ALİ DEDE VE EŞKİYALAR

ALİ DEDE VE EŞKİYALAR

İyilik her zaman iyilik,kötülük de devamlı kötülük getirir çocuklar. Hani atalarımız der ya!”İyilik yap denize at,balık bilmezse Hâlık bilir.” Yani Allah o iyiliği bilir ve boşa çıkarmaz.

İyilik yapmalı,iyilik bulmalı,kim kazanmış kötülükten… Bakın size başımdan geçen ibretli bir olayı anlatayım:

Bu olayın olduğu devir,araba gibi vasıtaların olmadığı altmış-yetmiş sene önceki dönem. Atlarla,katırlarla gidilip gelindiği zamanlar…

Bakkaliye işleriyle uğraşırdım O zamanlar şimdiki gibi elektrik olmadığından gaz lambalarıyla aydınlatılırdı. Bundan dolayı gaz çok kıymetli,ekmek kadar önemliydi.

Ben de Gazi Anteb’e gidip gaz almak için Adıyaman’dan yola çıktım. Nihayet uzun yolculuktan ve yorgunluktan sonra vardım. Her zamanki uğradığım hana geldim. Yanımda da epeyce yüklü bir para vardı. Ertesi günü onlarla gaz alıp,hayvanlara yükleyerek gidecektim.

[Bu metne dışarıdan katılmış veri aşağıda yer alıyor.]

package observe

import (
	"fmt"
	"math"
	"math/rand/v2"
	"strings"
	"testing"

	"github.com/google/go-cmp/cmp"
	"github.com/paulmach/orb"
)

// drawFeatures writes features of some districts in all ways that rows can be good or bad, and returns them with the
// district of each.
func drawFeatures(random *rand.Rand, n int) (features, districts []string) {
	geometries := []string{at("1,2"), at("3,4,5.5"), square, "null", `{"type":"LineString","coordinates":[[1,2]]}`,
		`{"type":"MultiLineString","coordinates":[[[1,2],[3,4]],[[5,6],[7,8]]]}`, `{"type":"MultiPoint","coordinates":[[9,9]]}`}
	for i := range n {
		district := fmt.Sprintf("Tal %d", random.IntN(4))
		properties := fmt.Sprintf(`{"n":%d,"district":" %s ","name":"Ort %d"}`, random.IntN(9), district, i)
		switch random.IntN(8) {
		case 0:
			properties = fmt.Sprintf(`{"extra":[1,2],"district":%q}`, district)
		case 1:
			properties, district = `{"n":3,"district":null}`, ""
		}
		features = append(features, feature(geometries[random.IntN(len(geometries))], properties))
		districts = append(districts, district)
	}
	return features, districts
}

// A part is the table with the rows of other parts left out, and the table of a file with nothing else.
func TestPartsOfFeatures(t *testing.T) {
	random := rand.New(rand.NewPCG(5, 6))
	want := Request{Response: "n", Kind: Count, Keep: []string{"name", "district"}}
	for range 20 {
		features, districts := drawFeatures(random, 60)
		text := strings.Join(features, "\n")
		parts := split(t, text, "district")
		sum, bytes, unnamed := 0, 0, 0
		for _, d := range districts {
			if d == "" {
				unnamed++
			}
		}
		for name, part := range parts {
			var alone []string
			for i, d := range districts {
				if d == name {
					alone = append(alone, features[i])
				}
			}
			if part.Rows != len(alone) || part.Name != name {
				t.Fatalf("%q has %d rows, not %d", name, part.Rows, len(alone))
			}
			single := strings.Join(alone, "\n")
			table, err := ReadPart(part, want)
			other, otherErr := Read(strings.NewReader(single), "all.csv", want)
			if (err == nil) != (otherErr == nil) {
				t.Fatalf("%v for the part, %v for a file of its own", err, otherErr)
			}
			if err == nil {
				if diff := cmp.Diff(unplaced(other), unplaced(table)); diff != "" {
					t.Errorf("(-file +part):\n%s", diff)
				}
			}
			if shared := whole(t, single); shared.All().SHA256() != part.SHA256() || shared.All().Bytes != part.Bytes {
				t.Error("a file of its own has another checksum or size")
			}
			sum, bytes = sum+part.Rows, bytes+part.Bytes
		}
		all := whole(t, text).All()
		if sum+unnamed != len(features) || all.Rows != len(features) || unnamed == 0 && bytes != all.Bytes {
			t.Errorf("%d rows of %d bytes in parts, %d of %d in all", sum, bytes, all.Rows, all.Bytes)
		}
	}
}

func TestReadPartOfFeaturesIsRead(t *testing.T) {
	features, _ := drawFeatures(rand.New(rand.NewPCG(7, 8)), 300)
	for _, features := range [][]string{features, {features[0], feature(at("1,99"), "{}")}, {feature("null", `{"n":1}`)}} {
		table, err := readBoth(t, collection(features...), Request{Response: "n", Kind: Count, Linear: []string{"z"}})
		if len(features) > 2 && err == nil {
			t.Errorf("%d rows without a height are kept", table.Len())
		}
		readBoth(t, collection(features...), Request{Response: "n", Kind: Count, Keep: []string{"z", "extra", "name"}})
		readBoth(t, collection(features...), Request{Response: "m", Kind: Count})
	}
}

// The checksum tells of everything that is read, and of nothing else.
func TestSHA256OfFeatures(t *testing.T) {
	sum := func(text string) string {
		part, ok := split(t, text, "d")["A"]
		if !ok {
			t.Fatalf("no part in %s", text)
		}
		return part.SHA256()
	}
	start := feature(at("1,2"), `{"d":"A","n":3.50}`)
	for name, text := range map[string]string{
		"blanks":                  "\n" + strings.ReplaceAll(start, ",", " , "),
		"order":                   `{"properties":{"n":3.50,"d":"A"},"geometry":{"coordinates":[1,2],"type":"Point"},"type":"Feature"}`,
		"a collection":            collection(start),
		"nothing said":            feature(at("1,2"), `{"d":"A","n":3.50,"more":null}`),
		"a row of another":        feature(at("5,6,7"), `{"other":1,"d":"B","n":1}`) + start,
		"numbers in other places": feature(at("1.0,2e0"), `{"d":"A","n":3.50}`),
	} {
		if sum(text) != sum(start) {
			t.Errorf("%s make a difference", name)
		}
	}
	seen := map[string]string{sum(start): "the start"}
	for name, text := range map[string]string{
		"place":      feature(at("1,3"), `{"d":"A","n":3.50}`),
		"height":     feature(at("1,2,0"), `{"d":"A","n":3.50}`),
		"value":      feature(at("1,2"), `{"d":"A","n":3.51}`),
		"name":       feature(at("1,2"), `{"d":"A","m":3.50}`),
		"property":   feature(at("1,2"), `{"d":"A","n":3.50,"m":1}`),
		"identifier": `{"id":1,` + start[1:],
		"kind":       feature(`{"type":"MultiPoint","coordinates":[[1,2]]}`, `{"d":"A","n":3.50}`),
		"no place":   feature("null", `{"d":"A","n":3.50}`),
		"bad place":  feature(at("1"), `{"d":"A","n":3.50}`),
		"rows":       start + start,
		"system":     `{"crs":{"properties":{"name":"EPSG:4326"}},` + start[1:],
	} {
		if before, again := seen[sum(text)]; again {
			t.Errorf("%s and %s are not told apart", name, before)
		}
		seen[sum(text)] = name
	}
}

func TestOnlyOfFeatures(t *testing.T) {
	shared := whole(t, feature(at("1,2,5"), `{"n":1}`)+"\n"+feature(at("3,4,5"), `{"n":2}`)+"\n"+feature(at("5,6,7"), `{"n":3}`))
	only := shared.All().Only([]int32{3, 1, 9, 3})
	got, err := ReadPart(only, measured("n"))
	if err != nil {
		t.Fatal(err)
	}
	if diff := cmp.Diff([]int32{1, 3}, got.Row) + cmp.Diff([]int32{1, 3}, got.Line) + cmp.Diff([]orb.Geometry{orb.Point{1, 2}, orb.Point{5, 6}}, got.Geometry); diff != "" {
		t.Errorf("(-want +got):\n%s", diff)
	}
	if _, err := ReadPart(shared.All().Only(nil), measured("n")); message(err) == "" || err.Error() != "all.csv: none of its rows are left to read" {
		t.Errorf("of no rows: %v", err)
	}
	parts, _, err := shared.Split("z")
	if err != nil || len(parts) != 2 || parts[0].Name != "5" || parts[0].Rows != 2 {
		t.Errorf("by height: %+v, %v", parts, err)
	}
	_, _, err = shared.Split("m")
	if err == nil || err.Error() != `all.csv: no column "m" for the names of the regions` || hint(err) != `did you mean "n"? the columns are n, z` {
		t.Errorf("got %v (%s)", err, hint(err))
	}
	if _, _, err = shared.Split(""); err == nil || hint(err) != "the columns are n, z" {
		t.Errorf("got %v (%s)", err, hint(err))
	}
	if err := shared.All().Check(Request{Response: "n", Kind: Measure, X: "x", Y: "y"}); err == nil {
		t.Error("coordinate columns are taken for features")
	}
	if x, _ := got.XY(); math.Abs(x[1]-5) > 0 {
		t.Errorf("x is %v", x)
	}
}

Yaz mevsimi olup,havalar sıcak olduğundan otelin terasında,serin ve açık havada yatmaya koyuldum. Zaten hanların bir tarafı hayvanlar için,bir tarafı da insanların kalması için ayrılmıştı. Şimdiki gibi elbet değildi.

Paralarımı da emniyetli olsun diye başımın altına koydum. Bir iki saat kadar sonra yatağımda,yastığımın altlarına doğru bir şeylerin kıpırdanıp arandığını elin gezinmekte olduğunu hissettim. Hafifçe gözümü açtığımda bir elin yavaşça üzerimi aradığını gördüm. Ani bir hareketle adamın elini kıskıvrak yakaladım. Adam kaçamamıştı. Genç,babayiğit ve delikanlı birisi idi.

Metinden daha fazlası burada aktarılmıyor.